* [WHAT IS REQUIRED]: Each line below that contains the word "inversion" must be copied.

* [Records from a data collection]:
--------------------------------
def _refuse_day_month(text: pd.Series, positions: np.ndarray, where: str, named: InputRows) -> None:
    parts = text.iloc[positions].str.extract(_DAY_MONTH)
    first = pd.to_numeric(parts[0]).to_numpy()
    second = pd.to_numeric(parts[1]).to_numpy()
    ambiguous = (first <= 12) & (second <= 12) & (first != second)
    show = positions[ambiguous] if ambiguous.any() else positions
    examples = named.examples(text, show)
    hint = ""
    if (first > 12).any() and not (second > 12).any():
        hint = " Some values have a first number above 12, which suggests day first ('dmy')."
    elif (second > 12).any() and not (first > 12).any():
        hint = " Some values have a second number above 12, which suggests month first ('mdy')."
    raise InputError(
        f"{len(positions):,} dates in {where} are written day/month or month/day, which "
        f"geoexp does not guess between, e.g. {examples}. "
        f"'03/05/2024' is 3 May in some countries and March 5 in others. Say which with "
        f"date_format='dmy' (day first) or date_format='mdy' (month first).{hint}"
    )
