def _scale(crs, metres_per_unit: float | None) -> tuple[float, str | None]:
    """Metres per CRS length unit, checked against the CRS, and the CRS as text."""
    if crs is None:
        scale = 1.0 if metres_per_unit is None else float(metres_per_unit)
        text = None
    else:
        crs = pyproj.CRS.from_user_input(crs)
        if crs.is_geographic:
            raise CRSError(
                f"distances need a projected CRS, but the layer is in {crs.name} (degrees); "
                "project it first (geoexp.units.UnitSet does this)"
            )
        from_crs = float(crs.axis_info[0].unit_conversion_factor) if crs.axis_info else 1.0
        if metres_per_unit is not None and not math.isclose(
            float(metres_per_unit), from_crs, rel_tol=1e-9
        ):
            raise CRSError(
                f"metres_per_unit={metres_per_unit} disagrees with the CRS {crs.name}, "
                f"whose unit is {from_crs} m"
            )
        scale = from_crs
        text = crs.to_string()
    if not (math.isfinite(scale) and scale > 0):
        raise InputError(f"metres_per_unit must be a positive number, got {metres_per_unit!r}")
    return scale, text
--------------------------------
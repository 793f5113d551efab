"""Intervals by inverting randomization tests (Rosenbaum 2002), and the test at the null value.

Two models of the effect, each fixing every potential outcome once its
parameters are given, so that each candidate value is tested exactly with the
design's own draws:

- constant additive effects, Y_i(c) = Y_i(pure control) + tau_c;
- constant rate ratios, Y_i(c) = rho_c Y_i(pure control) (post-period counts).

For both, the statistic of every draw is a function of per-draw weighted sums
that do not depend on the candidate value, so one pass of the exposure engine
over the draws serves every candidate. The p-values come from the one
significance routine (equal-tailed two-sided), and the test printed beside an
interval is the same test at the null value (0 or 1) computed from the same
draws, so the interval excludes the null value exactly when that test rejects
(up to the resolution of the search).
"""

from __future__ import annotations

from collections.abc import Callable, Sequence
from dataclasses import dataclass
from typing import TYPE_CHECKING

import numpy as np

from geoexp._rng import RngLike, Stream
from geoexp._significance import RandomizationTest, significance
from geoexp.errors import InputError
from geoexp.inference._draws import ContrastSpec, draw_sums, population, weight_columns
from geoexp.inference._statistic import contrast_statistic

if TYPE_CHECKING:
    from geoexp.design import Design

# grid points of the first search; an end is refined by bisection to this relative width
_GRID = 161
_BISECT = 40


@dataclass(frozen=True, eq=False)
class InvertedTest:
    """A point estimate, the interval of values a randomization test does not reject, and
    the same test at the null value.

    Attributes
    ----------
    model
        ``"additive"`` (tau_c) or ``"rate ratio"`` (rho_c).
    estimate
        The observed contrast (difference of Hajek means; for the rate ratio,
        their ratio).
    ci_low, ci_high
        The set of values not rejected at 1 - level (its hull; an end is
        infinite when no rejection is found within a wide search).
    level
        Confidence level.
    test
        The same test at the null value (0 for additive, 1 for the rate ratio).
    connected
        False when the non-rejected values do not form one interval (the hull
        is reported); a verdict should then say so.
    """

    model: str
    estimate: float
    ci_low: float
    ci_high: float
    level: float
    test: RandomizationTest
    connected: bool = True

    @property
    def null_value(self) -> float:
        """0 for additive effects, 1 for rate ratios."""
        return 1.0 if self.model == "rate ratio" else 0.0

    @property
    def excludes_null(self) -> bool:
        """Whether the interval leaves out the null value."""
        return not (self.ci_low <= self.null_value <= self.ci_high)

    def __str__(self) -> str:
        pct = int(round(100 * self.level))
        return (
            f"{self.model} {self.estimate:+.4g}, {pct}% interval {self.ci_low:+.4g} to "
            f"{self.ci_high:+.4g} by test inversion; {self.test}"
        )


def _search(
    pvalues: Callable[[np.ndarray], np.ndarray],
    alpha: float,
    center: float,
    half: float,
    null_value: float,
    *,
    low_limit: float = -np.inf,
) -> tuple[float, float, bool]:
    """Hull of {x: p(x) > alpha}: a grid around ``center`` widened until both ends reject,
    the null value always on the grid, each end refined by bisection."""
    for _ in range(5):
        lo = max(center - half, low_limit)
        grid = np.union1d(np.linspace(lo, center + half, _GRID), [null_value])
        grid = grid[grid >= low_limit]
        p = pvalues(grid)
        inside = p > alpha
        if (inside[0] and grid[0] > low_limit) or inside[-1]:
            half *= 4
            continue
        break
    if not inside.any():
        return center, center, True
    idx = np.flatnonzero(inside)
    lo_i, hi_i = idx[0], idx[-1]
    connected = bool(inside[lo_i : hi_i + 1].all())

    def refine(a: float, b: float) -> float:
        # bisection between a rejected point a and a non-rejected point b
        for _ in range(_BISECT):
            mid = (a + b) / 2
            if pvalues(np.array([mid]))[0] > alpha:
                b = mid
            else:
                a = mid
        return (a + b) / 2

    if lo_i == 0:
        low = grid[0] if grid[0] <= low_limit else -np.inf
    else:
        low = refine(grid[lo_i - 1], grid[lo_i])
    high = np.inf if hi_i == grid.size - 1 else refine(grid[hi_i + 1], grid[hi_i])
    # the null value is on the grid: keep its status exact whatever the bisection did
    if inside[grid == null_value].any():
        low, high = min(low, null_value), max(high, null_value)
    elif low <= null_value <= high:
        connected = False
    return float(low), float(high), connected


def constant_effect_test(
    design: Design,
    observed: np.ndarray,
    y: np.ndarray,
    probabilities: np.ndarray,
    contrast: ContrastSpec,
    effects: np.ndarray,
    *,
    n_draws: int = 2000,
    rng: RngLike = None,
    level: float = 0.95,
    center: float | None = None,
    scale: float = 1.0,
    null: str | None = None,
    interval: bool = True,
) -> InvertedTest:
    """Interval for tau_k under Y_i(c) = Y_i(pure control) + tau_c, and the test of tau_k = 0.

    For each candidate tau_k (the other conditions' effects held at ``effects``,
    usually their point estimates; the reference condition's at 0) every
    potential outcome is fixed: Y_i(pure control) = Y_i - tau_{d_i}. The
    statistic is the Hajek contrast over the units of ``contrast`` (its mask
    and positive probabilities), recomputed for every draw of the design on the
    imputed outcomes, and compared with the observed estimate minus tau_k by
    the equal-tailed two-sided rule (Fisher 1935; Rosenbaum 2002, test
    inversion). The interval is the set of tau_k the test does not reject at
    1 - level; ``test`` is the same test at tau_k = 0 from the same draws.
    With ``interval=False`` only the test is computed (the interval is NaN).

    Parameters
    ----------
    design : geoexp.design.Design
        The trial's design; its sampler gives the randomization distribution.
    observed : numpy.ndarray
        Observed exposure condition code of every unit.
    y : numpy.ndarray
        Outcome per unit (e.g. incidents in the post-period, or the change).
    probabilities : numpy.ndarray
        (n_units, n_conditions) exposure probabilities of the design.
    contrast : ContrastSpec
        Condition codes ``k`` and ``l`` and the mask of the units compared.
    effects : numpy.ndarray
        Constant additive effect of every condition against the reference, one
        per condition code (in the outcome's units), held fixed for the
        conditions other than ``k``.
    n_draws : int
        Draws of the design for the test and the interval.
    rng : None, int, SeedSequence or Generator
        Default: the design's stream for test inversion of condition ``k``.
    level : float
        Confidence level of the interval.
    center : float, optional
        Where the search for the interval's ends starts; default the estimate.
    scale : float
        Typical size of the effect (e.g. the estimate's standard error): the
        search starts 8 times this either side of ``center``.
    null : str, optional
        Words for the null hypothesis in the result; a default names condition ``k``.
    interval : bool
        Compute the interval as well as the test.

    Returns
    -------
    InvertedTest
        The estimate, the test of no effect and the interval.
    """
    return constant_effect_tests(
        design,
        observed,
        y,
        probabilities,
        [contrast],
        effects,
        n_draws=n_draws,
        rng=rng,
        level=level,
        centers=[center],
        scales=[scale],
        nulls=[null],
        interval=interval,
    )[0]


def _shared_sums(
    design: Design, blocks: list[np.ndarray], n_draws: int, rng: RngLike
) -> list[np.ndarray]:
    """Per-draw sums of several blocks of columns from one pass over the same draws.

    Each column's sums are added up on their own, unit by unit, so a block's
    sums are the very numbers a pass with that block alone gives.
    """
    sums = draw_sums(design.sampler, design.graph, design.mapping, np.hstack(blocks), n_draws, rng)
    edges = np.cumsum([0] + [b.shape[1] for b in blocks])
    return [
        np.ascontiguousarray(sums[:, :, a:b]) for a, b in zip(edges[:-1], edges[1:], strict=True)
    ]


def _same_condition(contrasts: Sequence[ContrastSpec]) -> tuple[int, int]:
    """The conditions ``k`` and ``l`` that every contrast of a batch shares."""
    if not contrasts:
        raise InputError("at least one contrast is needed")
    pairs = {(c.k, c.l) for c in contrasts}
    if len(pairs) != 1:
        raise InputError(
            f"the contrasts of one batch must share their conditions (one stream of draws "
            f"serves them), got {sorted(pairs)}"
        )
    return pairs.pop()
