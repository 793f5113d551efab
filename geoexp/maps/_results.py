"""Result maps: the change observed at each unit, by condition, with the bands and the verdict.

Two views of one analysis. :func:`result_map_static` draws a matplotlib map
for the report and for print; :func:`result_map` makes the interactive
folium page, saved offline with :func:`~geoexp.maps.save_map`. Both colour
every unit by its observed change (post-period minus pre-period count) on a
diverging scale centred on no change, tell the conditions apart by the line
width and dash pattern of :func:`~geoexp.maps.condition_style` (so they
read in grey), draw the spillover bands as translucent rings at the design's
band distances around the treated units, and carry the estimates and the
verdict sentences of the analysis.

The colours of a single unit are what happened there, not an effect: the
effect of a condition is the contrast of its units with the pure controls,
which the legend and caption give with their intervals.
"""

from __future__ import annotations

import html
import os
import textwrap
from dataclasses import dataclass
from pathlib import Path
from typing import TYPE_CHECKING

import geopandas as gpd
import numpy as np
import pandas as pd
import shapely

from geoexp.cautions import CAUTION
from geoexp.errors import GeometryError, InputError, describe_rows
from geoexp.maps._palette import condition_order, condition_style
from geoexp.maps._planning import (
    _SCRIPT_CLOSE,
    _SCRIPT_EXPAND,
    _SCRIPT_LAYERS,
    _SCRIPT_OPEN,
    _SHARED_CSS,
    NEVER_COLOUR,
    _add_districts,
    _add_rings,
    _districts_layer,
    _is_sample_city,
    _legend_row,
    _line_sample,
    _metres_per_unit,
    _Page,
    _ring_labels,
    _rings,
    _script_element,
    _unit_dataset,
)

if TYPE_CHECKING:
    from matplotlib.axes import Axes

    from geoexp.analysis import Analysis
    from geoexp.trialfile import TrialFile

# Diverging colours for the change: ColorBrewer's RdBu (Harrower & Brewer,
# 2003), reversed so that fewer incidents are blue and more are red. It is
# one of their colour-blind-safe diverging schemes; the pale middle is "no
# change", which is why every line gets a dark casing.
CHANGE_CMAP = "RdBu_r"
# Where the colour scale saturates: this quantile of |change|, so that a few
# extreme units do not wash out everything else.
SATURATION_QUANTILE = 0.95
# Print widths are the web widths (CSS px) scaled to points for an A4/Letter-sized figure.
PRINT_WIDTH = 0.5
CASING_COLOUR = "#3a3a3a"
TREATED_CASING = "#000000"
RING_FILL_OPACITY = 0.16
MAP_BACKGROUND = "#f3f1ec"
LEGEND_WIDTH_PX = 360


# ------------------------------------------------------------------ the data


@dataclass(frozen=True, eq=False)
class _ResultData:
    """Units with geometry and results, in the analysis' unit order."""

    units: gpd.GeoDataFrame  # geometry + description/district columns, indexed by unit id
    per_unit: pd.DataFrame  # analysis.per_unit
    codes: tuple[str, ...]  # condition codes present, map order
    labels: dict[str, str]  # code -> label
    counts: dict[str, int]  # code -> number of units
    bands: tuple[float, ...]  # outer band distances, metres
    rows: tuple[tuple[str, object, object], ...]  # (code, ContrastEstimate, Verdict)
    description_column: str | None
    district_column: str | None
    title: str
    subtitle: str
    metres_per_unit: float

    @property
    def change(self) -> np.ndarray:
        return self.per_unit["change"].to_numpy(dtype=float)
--------------------------------
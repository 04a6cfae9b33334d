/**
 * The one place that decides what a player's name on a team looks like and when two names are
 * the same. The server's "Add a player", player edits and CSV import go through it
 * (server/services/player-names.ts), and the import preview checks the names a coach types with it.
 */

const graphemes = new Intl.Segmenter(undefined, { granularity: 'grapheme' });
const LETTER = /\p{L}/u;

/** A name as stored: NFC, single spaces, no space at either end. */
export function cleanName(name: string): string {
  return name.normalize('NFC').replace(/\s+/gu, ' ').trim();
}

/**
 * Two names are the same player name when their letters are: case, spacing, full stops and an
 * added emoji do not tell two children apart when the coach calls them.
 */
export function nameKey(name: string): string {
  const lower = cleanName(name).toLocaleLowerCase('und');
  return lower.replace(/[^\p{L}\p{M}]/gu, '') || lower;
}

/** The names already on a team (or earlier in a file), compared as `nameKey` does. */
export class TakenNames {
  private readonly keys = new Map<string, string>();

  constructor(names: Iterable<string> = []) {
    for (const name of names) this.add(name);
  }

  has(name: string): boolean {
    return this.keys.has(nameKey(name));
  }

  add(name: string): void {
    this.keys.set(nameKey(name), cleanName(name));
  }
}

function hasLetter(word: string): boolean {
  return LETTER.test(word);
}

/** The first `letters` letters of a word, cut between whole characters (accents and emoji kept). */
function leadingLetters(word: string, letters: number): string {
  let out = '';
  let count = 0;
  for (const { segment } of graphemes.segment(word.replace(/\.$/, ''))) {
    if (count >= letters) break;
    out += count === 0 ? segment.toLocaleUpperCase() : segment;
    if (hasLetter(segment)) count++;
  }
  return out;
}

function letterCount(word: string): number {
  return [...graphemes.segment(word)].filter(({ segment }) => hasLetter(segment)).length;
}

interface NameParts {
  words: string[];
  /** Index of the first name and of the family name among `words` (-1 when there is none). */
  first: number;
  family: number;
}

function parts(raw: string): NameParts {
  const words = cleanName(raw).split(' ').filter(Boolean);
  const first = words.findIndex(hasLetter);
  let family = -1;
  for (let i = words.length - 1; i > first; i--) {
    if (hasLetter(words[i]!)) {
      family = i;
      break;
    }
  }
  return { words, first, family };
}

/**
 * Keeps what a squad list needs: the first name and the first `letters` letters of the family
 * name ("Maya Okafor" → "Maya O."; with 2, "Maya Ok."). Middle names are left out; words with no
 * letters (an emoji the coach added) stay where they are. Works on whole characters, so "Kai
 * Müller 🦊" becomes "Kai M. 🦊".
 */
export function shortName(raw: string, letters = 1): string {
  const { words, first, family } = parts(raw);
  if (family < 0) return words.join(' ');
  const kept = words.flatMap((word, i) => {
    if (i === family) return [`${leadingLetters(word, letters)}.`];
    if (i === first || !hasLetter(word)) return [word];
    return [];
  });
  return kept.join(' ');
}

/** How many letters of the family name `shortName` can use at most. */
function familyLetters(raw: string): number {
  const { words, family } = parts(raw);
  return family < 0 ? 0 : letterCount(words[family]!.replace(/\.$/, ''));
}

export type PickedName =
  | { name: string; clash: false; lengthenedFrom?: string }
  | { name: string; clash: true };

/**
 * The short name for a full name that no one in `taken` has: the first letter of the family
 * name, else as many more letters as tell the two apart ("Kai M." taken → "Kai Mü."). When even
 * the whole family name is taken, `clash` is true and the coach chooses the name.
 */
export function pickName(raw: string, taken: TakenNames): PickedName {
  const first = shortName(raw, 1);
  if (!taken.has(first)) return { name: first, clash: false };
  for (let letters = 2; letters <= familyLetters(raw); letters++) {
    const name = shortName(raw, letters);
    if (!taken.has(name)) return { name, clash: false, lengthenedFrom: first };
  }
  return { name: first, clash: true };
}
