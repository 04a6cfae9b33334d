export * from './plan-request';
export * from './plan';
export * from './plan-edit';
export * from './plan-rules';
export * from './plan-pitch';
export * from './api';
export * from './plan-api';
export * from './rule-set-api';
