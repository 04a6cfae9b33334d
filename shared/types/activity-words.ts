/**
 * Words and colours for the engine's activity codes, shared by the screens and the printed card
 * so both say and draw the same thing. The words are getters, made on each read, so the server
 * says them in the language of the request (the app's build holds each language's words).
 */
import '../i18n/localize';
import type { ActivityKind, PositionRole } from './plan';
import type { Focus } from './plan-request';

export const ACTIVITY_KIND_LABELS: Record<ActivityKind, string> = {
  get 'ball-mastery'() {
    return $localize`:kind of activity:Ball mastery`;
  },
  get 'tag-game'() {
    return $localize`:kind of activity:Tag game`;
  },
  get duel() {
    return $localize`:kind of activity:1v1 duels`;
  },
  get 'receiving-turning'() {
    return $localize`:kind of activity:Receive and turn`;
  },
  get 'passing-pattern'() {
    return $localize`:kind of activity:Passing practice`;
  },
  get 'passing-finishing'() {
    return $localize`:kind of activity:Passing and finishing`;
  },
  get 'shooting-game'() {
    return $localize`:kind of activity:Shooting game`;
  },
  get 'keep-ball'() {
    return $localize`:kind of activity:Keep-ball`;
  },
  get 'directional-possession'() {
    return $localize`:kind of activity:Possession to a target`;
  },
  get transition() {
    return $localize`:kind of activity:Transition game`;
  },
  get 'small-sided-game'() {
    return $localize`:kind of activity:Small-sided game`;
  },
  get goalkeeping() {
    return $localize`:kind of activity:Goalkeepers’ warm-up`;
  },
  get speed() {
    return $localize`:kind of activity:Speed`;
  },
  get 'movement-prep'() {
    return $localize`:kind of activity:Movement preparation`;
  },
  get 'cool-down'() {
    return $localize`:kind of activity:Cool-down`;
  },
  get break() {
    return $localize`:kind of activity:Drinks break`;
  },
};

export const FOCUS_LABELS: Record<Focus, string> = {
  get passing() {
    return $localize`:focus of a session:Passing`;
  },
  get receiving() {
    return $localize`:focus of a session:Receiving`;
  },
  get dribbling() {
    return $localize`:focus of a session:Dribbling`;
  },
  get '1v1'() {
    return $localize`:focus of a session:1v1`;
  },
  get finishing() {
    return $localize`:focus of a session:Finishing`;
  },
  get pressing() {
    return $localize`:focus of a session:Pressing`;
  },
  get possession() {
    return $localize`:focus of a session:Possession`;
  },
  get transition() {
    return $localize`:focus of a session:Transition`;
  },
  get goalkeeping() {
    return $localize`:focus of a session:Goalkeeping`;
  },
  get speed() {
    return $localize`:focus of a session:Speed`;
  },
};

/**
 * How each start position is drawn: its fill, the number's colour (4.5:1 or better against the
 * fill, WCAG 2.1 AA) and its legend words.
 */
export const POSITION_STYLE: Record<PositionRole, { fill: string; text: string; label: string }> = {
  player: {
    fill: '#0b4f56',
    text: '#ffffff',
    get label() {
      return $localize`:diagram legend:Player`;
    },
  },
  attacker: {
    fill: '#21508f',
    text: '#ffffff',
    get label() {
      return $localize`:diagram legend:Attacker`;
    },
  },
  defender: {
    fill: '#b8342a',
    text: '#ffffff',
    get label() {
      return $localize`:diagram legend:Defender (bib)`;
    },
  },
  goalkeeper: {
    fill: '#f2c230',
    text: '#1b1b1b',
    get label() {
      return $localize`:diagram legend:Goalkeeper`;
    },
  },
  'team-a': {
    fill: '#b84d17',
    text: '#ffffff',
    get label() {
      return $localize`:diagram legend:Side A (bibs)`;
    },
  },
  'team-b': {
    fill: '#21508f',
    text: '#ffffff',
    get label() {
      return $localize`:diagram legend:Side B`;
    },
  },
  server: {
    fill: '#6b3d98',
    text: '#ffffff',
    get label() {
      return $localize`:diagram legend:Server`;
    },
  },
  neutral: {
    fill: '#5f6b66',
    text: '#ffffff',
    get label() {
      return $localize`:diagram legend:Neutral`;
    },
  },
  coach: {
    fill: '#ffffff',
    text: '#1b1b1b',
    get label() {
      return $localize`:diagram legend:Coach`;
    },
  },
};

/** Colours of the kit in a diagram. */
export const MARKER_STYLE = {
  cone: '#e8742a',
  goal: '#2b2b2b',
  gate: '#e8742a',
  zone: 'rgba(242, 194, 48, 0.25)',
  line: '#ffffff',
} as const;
--------------------------------
* [YOUR RESPONSE]:
            f"{self.ci_high:+.4g} by test inversion; {self.test}"
    inversion). The interval is the set of tau_k the test does not reject at
        Default: the design's stream for test inversion of condition ``k``.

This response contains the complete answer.